4 – Jusqu’à aujourd’hui dix-neuf directives particulières ont été adoptées sur la base de l’article 16, paragraphe 1, de la directive-cadre.
5 – À propos du choix de la base juridique adéquate à la réglementation d’aspects spécifiques du domaine en question, voir arrêt du 12 novembre 1996, Royaume-Uni/Conseil (C‑84/94, Rec. p. I‑5755).
6 – Voir point 2 supra.
7 – Il ressort du dossier que les obstacles à la reconnaissance de la responsabilité civile des employeurs pour violation d’obligations spécifiques découlant des dispositions en matière de sécurité et de santé des travailleurs ont été définitivement supprimés, à la suite d’interventions de la Commission, par une modification des règlements relatifs à la gestion de la santé et de la sécurité au travail (Management of Health and Safety at Work Regulations), entrée en vigueur le 23 octobre 2003.
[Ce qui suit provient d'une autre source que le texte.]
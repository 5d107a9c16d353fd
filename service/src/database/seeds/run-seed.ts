import 'reflect-metadata';
import dataSource from '../data-source.js';
import { seedDemo } from './seed-demo.js';

/** Seeds the invented demo site from samples/. Running it twice gives the same data. */
async function main() {
  await dataSource.initialize();
  const summary = await seedDemo(dataSource);
  console.log(`seed: ${summary}`);
  await dataSource.destroy();
}
main().catch((e) => {
  console.error(e);
  process.exit(1);
});
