import type { INestApplicationContext } from '@nestjs/common';
import { DataSource, IsNull } from 'typeorm';
import { plainToInstance } from 'class-transformer';
import { validateSync } from 'class-validator';
import type { ChecklistItemDef, ChecklistTemplateContent, Duty } from '@crankjournal/shared-types';
import { ChecklistTemplatesService } from '../../modules/checklists/checklist-templates.service.js';
import { ChecklistTemplate, ChecklistTemplateVersion } from '../../modules/checklists/checklist-template.entity.js';
import { Checklist, ChecklistEntry } from '../../modules/checklists/checklist.entity.js';
import { itemsOf } from '../../modules/checklists/checklist-rules.js';
import { Qualification } from '../../modules/qualifications/qualification.entity.js';
import { Engine } from '../../modules/engines/engine.entity.js';
import { Run } from '../../modules/runs/run.entity.js';
import type { User } from '../../modules/users/user.entity.js';
import type { AuthUser } from '../../common/decorators/current-user.decorator.js';
import { utcDateOf } from '../../modules/qualifications/qualification-rules.js';
import { CreateChecklistTemplateDto } from '../../modules/checklists/dto/template.dto.js';
import { flattenValidationErrors } from '../../common/pipes/validation.pipe.js';
import { readSample } from './samples.js';

interface ChecklistsSample {
  engine: string;
  templates: ChecklistTemplateContent[];
  pastRuns: { typicalValues: Record<string, number> };
  qualifications: { email: string; duties: Duty[]; grantedDaysAgo: number; expiresInDays: number; notes: string }[];
}

const DAY_MS = 86_400_000;
const MIN_MS = 60_000;

/** A typical, in-range value for an item of a past run's checklist. */
function typicalEntry(it: ChecklistItemDef, typical: Record<string, number>): Partial<ChecklistEntry> | null {
  switch (it.kind) {
    case 'tick':
      return { tick: true };
    case 'reading': {
      const v = typical[it.key] ?? (it.min != null && it.max != null ? (it.min + it.max) / 2 : (it.min ?? it.max ?? 0));
      return { value: v };
    }
    case 'choice':
      return { choice: it.acceptable?.[0] ?? it.choices![0] };
    default:
      return null; // notes and photos were left empty on those days
  }
}

/**
 * The demo's checklist templates for No. 2 engine (published as version 1), the crew's qualifications
 * (dates relative to today: one lapsed, one about to lapse), and completed, signed checklists for the
 * closed runs of the season. Today's preparing run gets none: its checklists are done live.
 * Idempotent: templates by engine and name, qualifications by person, engine and duty, checklists by run and template.
 */
export async function seedChecklists(app: INestApplicationContext, engine: Engine, users: Map<string, User>): Promise<string> {
  const sample = readSample<ChecklistsSample>('checklists.json');
  const db = app.get(DataSource);
  const templates = app.get(ChecklistTemplatesService);
  const chiefUser = users.get('chief@alderforge.example')!;
  const chief: AuthUser = {
    id: chiefUser.id,
    email: chiefUser.email,
    displayName: chiefUser.displayName,
    role: chiefUser.role,
    sessionVersion: chiefUser.sessionVersion,
  };

  let newTemplates = 0;
  for (const t of sample.templates) {
    const exists = await db.getRepository(ChecklistTemplate).findOne({ where: { engineId: engine.id, name: t.name } });
    if (exists) continue;
    const dto = plainToInstance(CreateChecklistTemplateDto, { ...t, engineId: engine.id, issue: true });
    const errors = validateSync(dto, { whitelist: true, forbidNonWhitelisted: true });
    if (errors.length) throw new Error(`samples/checklists.json, template "${t.name}": ${flattenValidationErrors(errors).join('; ')}`);
    await templates.create(dto, chief);
    newTemplates++;
  }

  let newQuals = 0;
  const today = Date.now();
  for (const q of sample.qualifications) {
    const person = users.get(q.email);
    if (!person) throw new Error(`samples/checklists.json: no demo user ${q.email}`);
    for (const duty of q.duties) {
      const standing = await db
        .getRepository(Qualification)
        .findOne({ where: { userId: person.id, engineId: engine.id, duty, withdrawnAt: IsNull() } });
      if (standing) continue;
      await db.getRepository(Qualification).insert({
        userId: person.id,
        engineId: engine.id,
        duty,
        grantedOn: utcDateOf(new Date(today - q.grantedDaysAgo * DAY_MS)),
        expiresOn: utcDateOf(new Date(today + q.expiresInDays * DAY_MS)),
        notes: q.notes,
        grantedBy: chief.id,
      });
      newQuals++;
    }
  }

  // Completed checklists for the closed runs of the season (signed by the first of the crew).
  let newChecklists = 0;
  const active = await templates.activeFor(engine.id);
  const closed = await db.getRepository(Run).find({ where: { engineId: engine.id, state: 'closed' } });
  for (const run of closed) {
    if (!run.startedAt || !run.stoppedAt) continue;
    const signer = run.crewIds[0] ?? chief.id;
    for (const t of active) {
      if (await db.getRepository(Checklist).exists({ where: { runId: run.id, templateId: t.id } })) continue;
      const version = (await db
        .getRepository(ChecklistTemplateVersion)
        .findOne({ where: { templateId: t.id, version: t.currentVersion } }))!;
      const offsetMin = { pre_start_inspection: -40, pre_lube: -15, warm_up: -5, shutdown: 30, other: 0 }[t.purpose];
      const base = t.requiredWhen === 'after_stop' ? run.stoppedAt : run.startedAt;
      const signedAt = new Date(base.getTime() + offsetMin * MIN_MS);
      const startedAt = new Date(signedAt.getTime() - 12 * MIN_MS);
      const qual = await db
        .getRepository(Qualification)
        .findOne({ where: { userId: signer, engineId: engine.id, duty: version.content.requiredDuty } });
      await db.transaction(async (m) => {
        const c = await m.save(
          Checklist,
          m.create(Checklist, {
            runId: run.id,
            engineId: engine.id,
            templateId: t.id,
            templateVersionId: version.id,
            version: version.version,
            status: 'signed',
            startedBy: signer,
            startedAt,
            signedBy: signer,
            signedAt,
            signerQualificationId: qual?.id ?? null,
          }),
        );
        const items = itemsOf(version.content.sections);
        const rows = items
          .map((it, i) => {
            const v = typicalEntry(it, sample.pastRuns.typicalValues);
            return v
              ? {
                  checklistId: c.id,
                  itemKey: it.key,
                  tick: null,
                  value: null,
                  choice: null,
                  text: null,
                  ...v,
                  filledBy: signer,
                  filledAt: new Date(startedAt.getTime() + ((i + 1) * 10 * MIN_MS) / items.length),
                }
              : null;
          })
          .filter((x): x is NonNullable<typeof x> => x !== null);
        if (rows.length) await m.insert(ChecklistEntry, rows);
      });
      newChecklists++;
    }
  }
  return `${newTemplates} checklist templates, ${newQuals} qualifications, ${newChecklists} past checklists`;
}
8 – Des dispositions correspondant à la section 2, paragraphes 1 et 2, du HSW Act figurent dans la section 4, paragraphes 1 et 2, de la loi relative à la santé et à la sécurité au travail (Irlande du Nord) (Health and Safety at Work, Northern Ireland Act) de 1978.
9 – C’est nous qui soulignons.
10 – Ces solutions consistaient en une déclaration conjointe du Conseil et de la Commission, dans la prévision d’une clause générale dans le texte de la directive ou alors dans l’insertion d’une clause spéciale dans les diverses dispositions de celle-ci, alors que la possibilité d’adopter une formulation différenciée des dispositions pertinentes de la directive-cadre dans les diverses versions linguistiques, solution adoptée dans plusieurs conventions de l’Organisation internationale du travail, avait été écartée dès le départ.
11 – C’est dans ce sens que semble du reste l’avoir interprétée également la Commission lors de son insertion dans le texte de la directive. Dans une déclaration inscrite au procès-verbal de la réunion du Conseil du 12 juin 1989, et reprise au point 25 de la requête, la Commission observait que «la référence [qui figure à l’article 5, paragraphe 4, de la directive-cadre] à des événements exceptionnels dont les conséquences n’auraient pu être évitées malgré toute la diligence déployée, ne saurait en aucun cas être interprétée comme laissant l’employeur libre d’apprécier si les normes doivent ou non être appliquées, compte tenu du temps, des difficultés et des dépenses qu’implique leur mise en œuvre».
12 – Pour laquelle, comme on l’a vu, la responsabilité civile est expressément exclue par la section 47, paragraphe 1, du HSW Act.
13 – Voir, en particulier, arrêts du 7 janvier 2004, Commission/Espagne (C‑58/02, Rec. p. I‑621, point 26), et du 20 octobre 2005, Commission/Royaume-Uni (C‑6/04, Rec. p. I‑9017, point 21).
14 – Voir arrêt du 12 mai 2005, Commission/Belgique (C‑287/03, Rec. p. I‑3761, point 27, et jurisprudence citée).
15 – Divers éléments dans ce sens transparaissent de la directive-cadre. Il faut tenir compte, en particulier, outre du treizième considérant invoqué par la Commission, du critère énoncé à l’article 6, paragraphe 2, sous d), qui impose d’«adapter le travail à l’homme».